DATA:
*** Block opens ***

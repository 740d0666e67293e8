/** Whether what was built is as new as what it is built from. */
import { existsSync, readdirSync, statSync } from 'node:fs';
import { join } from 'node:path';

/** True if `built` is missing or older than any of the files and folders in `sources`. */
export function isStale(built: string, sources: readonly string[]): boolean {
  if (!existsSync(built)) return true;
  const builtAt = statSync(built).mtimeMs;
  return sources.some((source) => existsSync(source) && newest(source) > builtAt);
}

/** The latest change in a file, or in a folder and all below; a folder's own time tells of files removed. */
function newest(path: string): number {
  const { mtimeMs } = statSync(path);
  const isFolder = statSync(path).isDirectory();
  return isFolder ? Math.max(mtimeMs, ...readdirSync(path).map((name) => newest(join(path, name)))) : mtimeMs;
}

*** Block closes ***
*** Block opens ***

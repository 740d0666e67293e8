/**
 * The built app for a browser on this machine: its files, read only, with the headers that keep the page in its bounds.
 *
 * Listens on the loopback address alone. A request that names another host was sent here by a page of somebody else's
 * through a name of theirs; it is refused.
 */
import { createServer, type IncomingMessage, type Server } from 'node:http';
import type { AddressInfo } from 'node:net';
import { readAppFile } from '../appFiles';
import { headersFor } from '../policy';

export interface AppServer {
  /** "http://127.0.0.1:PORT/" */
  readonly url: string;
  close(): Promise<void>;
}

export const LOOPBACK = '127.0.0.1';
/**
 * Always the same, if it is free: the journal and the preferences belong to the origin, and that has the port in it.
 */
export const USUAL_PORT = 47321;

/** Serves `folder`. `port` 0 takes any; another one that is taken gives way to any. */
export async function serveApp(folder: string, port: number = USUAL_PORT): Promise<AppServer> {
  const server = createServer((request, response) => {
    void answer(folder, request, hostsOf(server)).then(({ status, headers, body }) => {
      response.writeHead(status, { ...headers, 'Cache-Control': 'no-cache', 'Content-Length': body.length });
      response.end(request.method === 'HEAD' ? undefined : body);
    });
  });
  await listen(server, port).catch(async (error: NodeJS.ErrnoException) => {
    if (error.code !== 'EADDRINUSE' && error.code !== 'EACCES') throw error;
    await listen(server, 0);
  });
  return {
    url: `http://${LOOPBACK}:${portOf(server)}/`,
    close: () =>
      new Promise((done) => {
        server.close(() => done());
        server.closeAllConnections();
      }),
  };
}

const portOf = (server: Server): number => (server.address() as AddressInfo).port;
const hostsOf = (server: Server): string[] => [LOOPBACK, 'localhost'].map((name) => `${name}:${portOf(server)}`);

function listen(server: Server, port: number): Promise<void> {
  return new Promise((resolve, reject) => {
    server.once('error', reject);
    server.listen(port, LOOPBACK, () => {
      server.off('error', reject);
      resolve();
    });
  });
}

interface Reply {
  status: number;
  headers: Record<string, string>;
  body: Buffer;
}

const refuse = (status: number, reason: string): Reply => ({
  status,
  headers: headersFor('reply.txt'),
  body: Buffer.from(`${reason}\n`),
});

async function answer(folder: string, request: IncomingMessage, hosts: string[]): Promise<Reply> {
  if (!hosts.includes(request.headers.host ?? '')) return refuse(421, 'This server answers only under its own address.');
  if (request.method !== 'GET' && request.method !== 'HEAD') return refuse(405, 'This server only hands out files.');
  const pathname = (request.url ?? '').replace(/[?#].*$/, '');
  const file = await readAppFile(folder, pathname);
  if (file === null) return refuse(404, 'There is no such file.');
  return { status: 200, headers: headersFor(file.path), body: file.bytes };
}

*** Block closes ***
*** Block opens ***

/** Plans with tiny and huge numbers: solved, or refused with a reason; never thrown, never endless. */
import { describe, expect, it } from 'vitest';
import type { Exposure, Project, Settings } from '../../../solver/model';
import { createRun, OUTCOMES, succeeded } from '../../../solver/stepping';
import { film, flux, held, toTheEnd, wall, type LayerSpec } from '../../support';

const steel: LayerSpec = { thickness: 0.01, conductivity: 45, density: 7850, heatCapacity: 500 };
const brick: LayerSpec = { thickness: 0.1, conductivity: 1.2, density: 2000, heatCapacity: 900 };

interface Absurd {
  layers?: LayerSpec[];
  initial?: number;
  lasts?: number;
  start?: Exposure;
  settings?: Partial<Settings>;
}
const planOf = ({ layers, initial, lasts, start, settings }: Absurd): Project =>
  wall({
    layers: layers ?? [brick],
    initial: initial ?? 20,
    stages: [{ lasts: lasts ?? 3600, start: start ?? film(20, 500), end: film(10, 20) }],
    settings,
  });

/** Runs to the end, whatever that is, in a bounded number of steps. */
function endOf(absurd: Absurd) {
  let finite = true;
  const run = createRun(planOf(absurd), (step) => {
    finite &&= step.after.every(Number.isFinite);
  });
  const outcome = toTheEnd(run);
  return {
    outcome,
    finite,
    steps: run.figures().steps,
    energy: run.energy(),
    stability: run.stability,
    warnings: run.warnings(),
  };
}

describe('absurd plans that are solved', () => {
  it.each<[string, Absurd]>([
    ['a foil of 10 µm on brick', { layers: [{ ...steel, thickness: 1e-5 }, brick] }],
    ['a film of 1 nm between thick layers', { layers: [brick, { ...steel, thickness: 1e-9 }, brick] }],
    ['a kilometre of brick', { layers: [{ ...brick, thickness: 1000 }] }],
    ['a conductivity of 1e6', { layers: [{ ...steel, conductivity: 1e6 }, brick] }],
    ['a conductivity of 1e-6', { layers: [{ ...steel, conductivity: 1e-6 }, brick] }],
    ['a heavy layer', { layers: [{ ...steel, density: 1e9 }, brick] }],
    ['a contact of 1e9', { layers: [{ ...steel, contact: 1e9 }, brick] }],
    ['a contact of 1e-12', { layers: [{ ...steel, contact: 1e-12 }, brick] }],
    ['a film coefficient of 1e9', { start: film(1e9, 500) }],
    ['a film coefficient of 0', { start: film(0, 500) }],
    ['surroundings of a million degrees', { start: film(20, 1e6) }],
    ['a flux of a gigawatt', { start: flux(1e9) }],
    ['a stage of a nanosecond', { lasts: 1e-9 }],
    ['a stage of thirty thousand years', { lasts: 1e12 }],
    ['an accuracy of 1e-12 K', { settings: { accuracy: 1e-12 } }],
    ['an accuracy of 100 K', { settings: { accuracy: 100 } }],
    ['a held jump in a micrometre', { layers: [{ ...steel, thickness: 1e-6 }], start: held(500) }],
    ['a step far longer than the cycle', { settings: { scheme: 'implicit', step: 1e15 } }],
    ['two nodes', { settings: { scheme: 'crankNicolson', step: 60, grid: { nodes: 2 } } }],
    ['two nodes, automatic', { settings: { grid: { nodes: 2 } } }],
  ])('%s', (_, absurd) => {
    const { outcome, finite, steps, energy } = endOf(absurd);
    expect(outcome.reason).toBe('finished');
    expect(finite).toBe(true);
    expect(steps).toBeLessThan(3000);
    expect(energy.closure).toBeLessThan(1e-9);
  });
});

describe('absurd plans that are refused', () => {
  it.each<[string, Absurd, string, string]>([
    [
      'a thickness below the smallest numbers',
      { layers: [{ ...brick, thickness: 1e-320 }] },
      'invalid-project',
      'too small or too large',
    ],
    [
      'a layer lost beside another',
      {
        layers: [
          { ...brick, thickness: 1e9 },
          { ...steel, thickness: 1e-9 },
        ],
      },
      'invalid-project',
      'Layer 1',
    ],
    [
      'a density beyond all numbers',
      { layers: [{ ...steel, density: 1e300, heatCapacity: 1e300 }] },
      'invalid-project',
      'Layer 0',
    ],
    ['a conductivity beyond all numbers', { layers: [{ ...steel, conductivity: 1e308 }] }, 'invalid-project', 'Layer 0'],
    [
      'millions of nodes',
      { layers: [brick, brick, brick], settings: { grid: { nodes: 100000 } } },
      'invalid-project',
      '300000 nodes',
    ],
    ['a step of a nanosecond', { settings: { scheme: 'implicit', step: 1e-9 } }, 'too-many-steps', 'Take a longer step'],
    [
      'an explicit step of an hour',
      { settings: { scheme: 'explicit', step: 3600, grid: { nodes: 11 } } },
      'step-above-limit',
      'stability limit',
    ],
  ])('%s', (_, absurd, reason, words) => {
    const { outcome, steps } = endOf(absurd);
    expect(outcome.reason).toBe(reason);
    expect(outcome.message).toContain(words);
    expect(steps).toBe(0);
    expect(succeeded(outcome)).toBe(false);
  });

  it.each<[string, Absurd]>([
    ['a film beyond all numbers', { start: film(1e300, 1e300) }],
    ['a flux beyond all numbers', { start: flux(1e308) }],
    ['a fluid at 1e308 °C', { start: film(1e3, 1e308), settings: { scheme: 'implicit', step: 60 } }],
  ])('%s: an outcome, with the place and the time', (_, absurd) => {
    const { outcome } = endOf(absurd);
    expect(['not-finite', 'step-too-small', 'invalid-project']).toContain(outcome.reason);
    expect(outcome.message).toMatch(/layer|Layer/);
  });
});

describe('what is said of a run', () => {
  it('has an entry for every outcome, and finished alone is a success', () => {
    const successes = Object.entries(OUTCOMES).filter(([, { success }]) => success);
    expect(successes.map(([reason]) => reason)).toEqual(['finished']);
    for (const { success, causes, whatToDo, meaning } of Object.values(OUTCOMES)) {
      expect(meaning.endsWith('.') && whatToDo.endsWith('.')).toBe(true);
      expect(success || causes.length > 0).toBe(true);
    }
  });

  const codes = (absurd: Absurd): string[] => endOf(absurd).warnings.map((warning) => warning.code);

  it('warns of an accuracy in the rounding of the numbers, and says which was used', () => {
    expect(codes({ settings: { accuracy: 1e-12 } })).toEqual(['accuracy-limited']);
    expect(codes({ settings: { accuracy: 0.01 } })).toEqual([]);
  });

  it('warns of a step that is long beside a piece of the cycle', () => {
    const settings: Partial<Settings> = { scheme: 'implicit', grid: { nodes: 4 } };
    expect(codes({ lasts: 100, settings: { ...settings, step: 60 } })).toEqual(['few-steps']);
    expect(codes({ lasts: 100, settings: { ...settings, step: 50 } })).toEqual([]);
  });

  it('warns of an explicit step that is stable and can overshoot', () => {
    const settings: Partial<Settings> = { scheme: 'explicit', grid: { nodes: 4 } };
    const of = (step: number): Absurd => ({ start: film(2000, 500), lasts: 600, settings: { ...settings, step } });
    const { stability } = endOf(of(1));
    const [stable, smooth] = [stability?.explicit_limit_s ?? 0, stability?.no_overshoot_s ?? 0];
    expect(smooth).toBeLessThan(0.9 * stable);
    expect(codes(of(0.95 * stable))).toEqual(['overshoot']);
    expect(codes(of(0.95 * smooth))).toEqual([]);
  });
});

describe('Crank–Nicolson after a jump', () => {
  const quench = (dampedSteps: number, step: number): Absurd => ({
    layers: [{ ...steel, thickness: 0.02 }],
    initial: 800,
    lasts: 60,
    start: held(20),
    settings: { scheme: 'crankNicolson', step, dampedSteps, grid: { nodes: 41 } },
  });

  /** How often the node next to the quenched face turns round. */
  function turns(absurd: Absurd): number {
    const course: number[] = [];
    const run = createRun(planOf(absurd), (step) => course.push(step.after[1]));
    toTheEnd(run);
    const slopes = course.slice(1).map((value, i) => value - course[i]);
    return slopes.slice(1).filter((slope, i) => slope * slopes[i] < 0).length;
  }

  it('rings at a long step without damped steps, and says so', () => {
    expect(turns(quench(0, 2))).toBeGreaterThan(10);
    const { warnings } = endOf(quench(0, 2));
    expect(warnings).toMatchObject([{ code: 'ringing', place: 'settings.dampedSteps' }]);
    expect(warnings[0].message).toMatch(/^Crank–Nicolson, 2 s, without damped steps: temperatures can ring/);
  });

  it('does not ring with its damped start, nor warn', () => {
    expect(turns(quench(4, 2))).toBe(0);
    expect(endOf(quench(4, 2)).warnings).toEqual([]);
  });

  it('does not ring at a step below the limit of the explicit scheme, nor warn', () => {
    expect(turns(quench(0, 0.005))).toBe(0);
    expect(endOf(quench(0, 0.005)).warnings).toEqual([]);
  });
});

*** Block closes ***

WHAT YOU HAVE TO DO: List every line above containing the word "below".

WRITTEN ANSWER:
/** The latest change in a file, or in a folder and all below; a folder's own time tells of files removed. */
      'a thickness below the smallest numbers',
  it('does not ring at a step below the limit of the explicit scheme, nor warn', () => {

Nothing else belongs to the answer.